[What you will do]: Exactly retype the lines of the material from its first line to the line with "first replays the", including both.

-- Opening Marker --

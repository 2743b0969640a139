/**
 * The final table(s) of a run, written while the run goes on: every committed segment is also
 * appended to the output under its temporary name, so finishing a run only writes the footer and
 * renames (no serial re-read of the whole table at the end). A resumed run first replays the
 * segments committed by earlier processes. Interrupted or failed runs abandon the temporary file;
 * the segments stay the source of truth.
 */
import * as arrow from 'apache-arrow';
import { RunError } from '../errors.js';
import { COLUMN_STATUSES, type ColumnStatus } from '../physics/types.js';
import { withSharedDictionary } from '../io/arrow-batch.js';
import { readIpcBatches } from '../io/ipc-file.js';
import type { OutputFormat } from '../io/output-format.js';
import type { SegmentStore } from '../io/segment-store.js';
import { openTableSink, type TableSink, type TableSinkOptions } from '../io/table-sink.js';

export function emptyCounts(): Record<ColumnStatus, number> {
  return Object.fromEntries(COLUMN_STATUSES.map((s) => [s, 0])) as Record<ColumnStatus, number>;
}

/** Add a batch's rows to counts by status. */
export function countStatuses(batch: arrow.RecordBatch, counts: Record<ColumnStatus, number>): void {
  const col = batch.getChild('status');
  if (col === null) return;
  for (const data of col.data) {
    const dict = data.dictionary as arrow.Vector<arrow.Utf8>;
    const names = Array.from({ length: dict.length }, (_, i) => dict.get(i) as ColumnStatus);
    const codes = data.values as Int8Array;
    for (let i = 0; i < data.length; i++) counts[names[codes[data.offset + i]]]++;
  }
}

export interface PublicationTarget {
  readonly path: string;
  readonly schema: arrow.Schema;
}

export class Publication {
  readonly counts = emptyCounts();

  private constructor(
    private readonly results: TableSink,
    private readonly resultsSchema: arrow.Schema,
    private readonly dictionary: arrow.Vector<arrow.Utf8>,
    private readonly profiles: { readonly sink: TableSink; readonly schema: arrow.Schema } | null,
    private readonly partialDir: string,
  ) {}

  /** Open the sinks (temporary names) for the results table and, optionally, the profile table. */
  static async open(
    format: OutputFormat,
    results: PublicationTarget,
    dictionary: arrow.Vector<arrow.Utf8>,
    profiles: PublicationTarget | null,
    partialDir: string,
    writer?: TableSinkOptions,
  ): Promise<Publication> {
    const sink = await openTableSink(format, results.path, results.schema, writer);
    let profileSink: TableSink | null = null;
    try {
      if (profiles !== null) profileSink = await openTableSink(format, profiles.path, profiles.schema, writer);
    } catch (err) {
      await sink.abort();
      throw err;
    }
    return new Publication(
      sink, results.schema, dictionary,
      profileSink === null || profiles === null ? null : { sink: profileSink, schema: profiles.schema },
      partialDir,
    );
  }

  private fail(err: unknown): RunError {
    const why = err instanceof Error ? err.message : String(err);
    return new RunError(`cannot write ${this.results.tmpPath}: ${why}. Every committed row is kept in ${this.partialDir}; fix the problem and rerun the same command with --resume.`);
  }

  /** Append the batches of one committed segment (built with the shared dictionary). */
  async append(batches: readonly arrow.RecordBatch[], profileBatches: readonly arrow.RecordBatch[] | null): Promise<void> {
    try {
      if (this.profiles !== null && profileBatches !== null) for (const b of profileBatches) await this.profiles.sink.write(b);
      for (const b of batches) {
        countStatuses(b, this.counts);
        await this.results.write(b);
      }
    } catch (err) {
      throw this.fail(err);
    }
  }

  /** Feed the segments an earlier process committed (resume), one batch at a time. */
  async replay(store: SegmentStore): Promise<void> {
    try {
      for (const seg of store.segments()) {
        if (this.profiles !== null) {
          for await (const b of readIpcBatches(seg.profileFile)) await this.profiles.sink.write(new arrow.RecordBatch(this.profiles.schema, b.data));
        }
        for await (const b of readIpcBatches(seg.file)) {
          const rebuilt = withSharedDictionary(b, this.resultsSchema, this.dictionary);
          countStatuses(rebuilt, this.counts);
          await this.results.write(rebuilt);
        }
      }
    } catch (err) {
      throw this.fail(err);
    }
  }

  /** Finish both files; the profile table first, so a published results table means a complete run. */
  async publish(): Promise<void> {
    try {
      if (this.profiles !== null) await this.profiles.sink.publish();
      await this.results.publish();
    } catch (err) {
      await this.abort();
      throw this.fail(err);
    }
  }

  /** Abandon the temporary files (interruption or failure). */
  async abort(): Promise<void> {
    await this.results.abort().catch(() => undefined);
    await this.profiles?.sink.abort().catch(() => undefined);
  }
}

-- Closing Marker --

[Solution to this exercise]:
repository 2743b0969640a139
/**
 * The final table(s) of a run, written while the run goes on: every committed segment is also
 * appended to the output under its temporary name, so finishing a run only writes the footer and
 * renames (no serial re-read of the whole table at the end). A resumed run first replays the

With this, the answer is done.